[Collected data entries]
***

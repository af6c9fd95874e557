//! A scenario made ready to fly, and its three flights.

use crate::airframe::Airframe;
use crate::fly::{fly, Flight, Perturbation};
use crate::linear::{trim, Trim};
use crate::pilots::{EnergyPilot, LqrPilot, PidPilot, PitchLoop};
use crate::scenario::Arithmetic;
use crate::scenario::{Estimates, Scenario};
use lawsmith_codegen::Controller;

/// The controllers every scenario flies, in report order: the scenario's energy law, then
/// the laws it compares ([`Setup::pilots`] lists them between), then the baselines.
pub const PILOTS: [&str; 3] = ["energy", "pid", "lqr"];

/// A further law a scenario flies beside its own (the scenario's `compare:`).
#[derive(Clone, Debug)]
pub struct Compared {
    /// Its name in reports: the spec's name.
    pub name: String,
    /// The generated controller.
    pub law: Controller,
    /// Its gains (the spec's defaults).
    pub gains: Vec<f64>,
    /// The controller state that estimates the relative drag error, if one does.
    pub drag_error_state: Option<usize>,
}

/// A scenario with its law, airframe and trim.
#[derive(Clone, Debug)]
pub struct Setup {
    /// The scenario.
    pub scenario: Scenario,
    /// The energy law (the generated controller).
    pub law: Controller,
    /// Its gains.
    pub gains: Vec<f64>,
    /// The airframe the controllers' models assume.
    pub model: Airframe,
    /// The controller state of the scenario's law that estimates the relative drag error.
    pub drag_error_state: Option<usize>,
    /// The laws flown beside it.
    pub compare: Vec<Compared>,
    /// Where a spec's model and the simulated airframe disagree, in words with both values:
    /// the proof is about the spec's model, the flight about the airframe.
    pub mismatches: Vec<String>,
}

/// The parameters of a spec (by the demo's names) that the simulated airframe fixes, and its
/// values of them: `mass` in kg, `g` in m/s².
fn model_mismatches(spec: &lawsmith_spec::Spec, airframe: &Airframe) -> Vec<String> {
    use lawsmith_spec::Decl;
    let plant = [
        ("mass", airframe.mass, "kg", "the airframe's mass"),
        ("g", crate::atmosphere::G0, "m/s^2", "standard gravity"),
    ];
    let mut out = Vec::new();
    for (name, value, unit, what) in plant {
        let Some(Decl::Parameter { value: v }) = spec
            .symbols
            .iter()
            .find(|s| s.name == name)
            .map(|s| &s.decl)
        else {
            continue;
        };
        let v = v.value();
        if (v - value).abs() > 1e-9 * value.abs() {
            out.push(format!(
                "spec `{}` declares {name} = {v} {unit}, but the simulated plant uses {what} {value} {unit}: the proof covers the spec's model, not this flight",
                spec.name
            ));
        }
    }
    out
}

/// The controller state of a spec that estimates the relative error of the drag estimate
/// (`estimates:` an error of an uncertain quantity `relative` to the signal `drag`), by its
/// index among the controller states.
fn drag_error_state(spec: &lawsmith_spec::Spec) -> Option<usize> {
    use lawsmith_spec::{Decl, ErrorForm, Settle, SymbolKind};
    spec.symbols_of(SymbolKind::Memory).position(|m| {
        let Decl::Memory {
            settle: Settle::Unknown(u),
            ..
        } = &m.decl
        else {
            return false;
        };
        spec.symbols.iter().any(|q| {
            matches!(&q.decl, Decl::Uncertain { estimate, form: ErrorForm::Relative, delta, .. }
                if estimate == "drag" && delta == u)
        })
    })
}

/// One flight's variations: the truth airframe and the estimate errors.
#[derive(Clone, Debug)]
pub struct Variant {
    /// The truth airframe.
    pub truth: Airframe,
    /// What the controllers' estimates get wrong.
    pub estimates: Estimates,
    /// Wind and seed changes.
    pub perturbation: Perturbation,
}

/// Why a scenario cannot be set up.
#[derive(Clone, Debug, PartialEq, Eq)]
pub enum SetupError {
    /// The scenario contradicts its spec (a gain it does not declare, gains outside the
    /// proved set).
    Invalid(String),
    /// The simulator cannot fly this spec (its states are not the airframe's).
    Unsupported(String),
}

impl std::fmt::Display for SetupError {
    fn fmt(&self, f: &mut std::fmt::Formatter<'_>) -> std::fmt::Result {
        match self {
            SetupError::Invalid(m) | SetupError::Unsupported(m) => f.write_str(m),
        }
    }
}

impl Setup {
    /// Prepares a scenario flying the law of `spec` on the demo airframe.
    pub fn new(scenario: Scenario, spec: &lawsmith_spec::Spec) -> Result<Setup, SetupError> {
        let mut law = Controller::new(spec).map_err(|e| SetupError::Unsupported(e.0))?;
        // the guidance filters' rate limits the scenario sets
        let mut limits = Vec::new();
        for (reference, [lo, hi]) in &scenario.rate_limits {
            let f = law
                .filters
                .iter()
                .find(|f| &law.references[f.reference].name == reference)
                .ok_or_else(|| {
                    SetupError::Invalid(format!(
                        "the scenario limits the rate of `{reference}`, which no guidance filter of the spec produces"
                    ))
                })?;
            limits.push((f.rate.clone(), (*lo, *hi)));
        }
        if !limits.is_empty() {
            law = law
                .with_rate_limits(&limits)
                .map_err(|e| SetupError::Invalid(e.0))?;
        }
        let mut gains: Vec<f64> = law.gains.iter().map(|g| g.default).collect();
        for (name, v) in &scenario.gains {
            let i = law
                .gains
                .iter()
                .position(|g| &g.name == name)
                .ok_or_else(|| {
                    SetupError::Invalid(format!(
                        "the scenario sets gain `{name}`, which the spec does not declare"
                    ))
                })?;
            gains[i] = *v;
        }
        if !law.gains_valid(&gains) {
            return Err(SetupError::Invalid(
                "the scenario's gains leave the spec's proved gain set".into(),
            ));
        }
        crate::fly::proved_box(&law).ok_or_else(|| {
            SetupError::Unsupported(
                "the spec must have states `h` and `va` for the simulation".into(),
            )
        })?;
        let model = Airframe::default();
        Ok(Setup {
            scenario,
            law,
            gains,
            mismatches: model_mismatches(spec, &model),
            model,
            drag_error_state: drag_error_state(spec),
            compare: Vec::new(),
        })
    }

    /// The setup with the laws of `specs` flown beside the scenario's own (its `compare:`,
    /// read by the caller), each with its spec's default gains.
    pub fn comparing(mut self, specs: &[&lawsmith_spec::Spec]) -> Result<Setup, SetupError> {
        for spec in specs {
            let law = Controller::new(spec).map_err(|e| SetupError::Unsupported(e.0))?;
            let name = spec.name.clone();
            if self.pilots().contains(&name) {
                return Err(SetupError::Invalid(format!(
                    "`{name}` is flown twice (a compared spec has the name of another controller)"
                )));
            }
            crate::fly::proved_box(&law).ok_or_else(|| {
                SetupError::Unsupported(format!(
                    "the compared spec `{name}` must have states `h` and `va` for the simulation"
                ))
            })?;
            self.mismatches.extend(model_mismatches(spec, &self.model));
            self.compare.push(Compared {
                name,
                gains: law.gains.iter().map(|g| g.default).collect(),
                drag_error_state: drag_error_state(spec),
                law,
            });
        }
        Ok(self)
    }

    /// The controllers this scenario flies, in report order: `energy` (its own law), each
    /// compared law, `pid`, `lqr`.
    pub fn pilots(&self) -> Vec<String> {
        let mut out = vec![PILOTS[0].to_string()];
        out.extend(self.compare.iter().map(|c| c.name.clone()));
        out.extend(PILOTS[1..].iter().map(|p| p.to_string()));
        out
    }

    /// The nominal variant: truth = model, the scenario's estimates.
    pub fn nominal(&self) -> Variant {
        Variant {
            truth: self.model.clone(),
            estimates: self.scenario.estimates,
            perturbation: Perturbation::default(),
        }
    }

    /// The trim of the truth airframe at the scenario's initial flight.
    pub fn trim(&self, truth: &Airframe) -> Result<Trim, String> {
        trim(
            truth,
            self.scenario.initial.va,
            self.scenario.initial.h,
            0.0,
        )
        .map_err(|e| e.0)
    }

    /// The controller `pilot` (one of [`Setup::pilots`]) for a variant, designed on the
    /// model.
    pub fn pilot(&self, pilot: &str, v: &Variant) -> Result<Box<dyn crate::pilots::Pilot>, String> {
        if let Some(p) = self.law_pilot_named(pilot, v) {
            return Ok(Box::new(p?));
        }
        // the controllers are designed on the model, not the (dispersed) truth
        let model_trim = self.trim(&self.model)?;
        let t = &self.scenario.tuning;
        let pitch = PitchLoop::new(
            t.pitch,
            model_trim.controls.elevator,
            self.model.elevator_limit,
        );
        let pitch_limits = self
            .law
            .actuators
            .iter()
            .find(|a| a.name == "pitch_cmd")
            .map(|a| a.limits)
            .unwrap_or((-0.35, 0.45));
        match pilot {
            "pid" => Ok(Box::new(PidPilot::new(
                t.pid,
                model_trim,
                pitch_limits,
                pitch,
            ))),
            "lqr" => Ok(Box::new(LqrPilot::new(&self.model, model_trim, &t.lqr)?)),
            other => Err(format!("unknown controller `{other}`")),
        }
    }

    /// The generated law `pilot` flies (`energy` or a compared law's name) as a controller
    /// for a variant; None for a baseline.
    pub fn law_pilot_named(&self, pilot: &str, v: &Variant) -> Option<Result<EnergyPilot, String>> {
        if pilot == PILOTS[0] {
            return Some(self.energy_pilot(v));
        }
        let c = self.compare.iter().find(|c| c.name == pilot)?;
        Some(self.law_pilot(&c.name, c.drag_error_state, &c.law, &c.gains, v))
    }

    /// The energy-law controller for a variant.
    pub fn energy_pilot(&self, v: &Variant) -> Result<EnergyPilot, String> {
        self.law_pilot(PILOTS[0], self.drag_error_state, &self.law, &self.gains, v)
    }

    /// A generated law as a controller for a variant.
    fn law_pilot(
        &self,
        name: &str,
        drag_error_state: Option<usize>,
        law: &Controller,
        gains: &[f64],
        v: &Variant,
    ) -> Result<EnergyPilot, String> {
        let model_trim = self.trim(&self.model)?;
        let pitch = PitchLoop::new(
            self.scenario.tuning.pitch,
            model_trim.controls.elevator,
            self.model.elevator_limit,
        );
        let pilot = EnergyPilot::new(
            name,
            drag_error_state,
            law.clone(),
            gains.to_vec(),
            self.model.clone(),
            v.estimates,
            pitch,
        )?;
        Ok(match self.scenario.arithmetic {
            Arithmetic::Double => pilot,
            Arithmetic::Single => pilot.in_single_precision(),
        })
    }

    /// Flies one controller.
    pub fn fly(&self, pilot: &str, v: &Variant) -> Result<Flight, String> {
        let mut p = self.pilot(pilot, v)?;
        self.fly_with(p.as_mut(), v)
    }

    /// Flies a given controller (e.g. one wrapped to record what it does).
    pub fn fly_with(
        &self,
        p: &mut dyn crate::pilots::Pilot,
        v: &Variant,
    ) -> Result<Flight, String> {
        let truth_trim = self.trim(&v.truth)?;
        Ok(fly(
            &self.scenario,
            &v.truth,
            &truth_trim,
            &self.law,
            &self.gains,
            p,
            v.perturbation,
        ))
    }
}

***

What you should do
Looking at the entries above, copy out every line in which "into" occurs.

Solution to the exercise
                "the scenario's gains leave the spec's proved gain set".into(),
                "the spec must have states `h` and `va` for the simulation".into(),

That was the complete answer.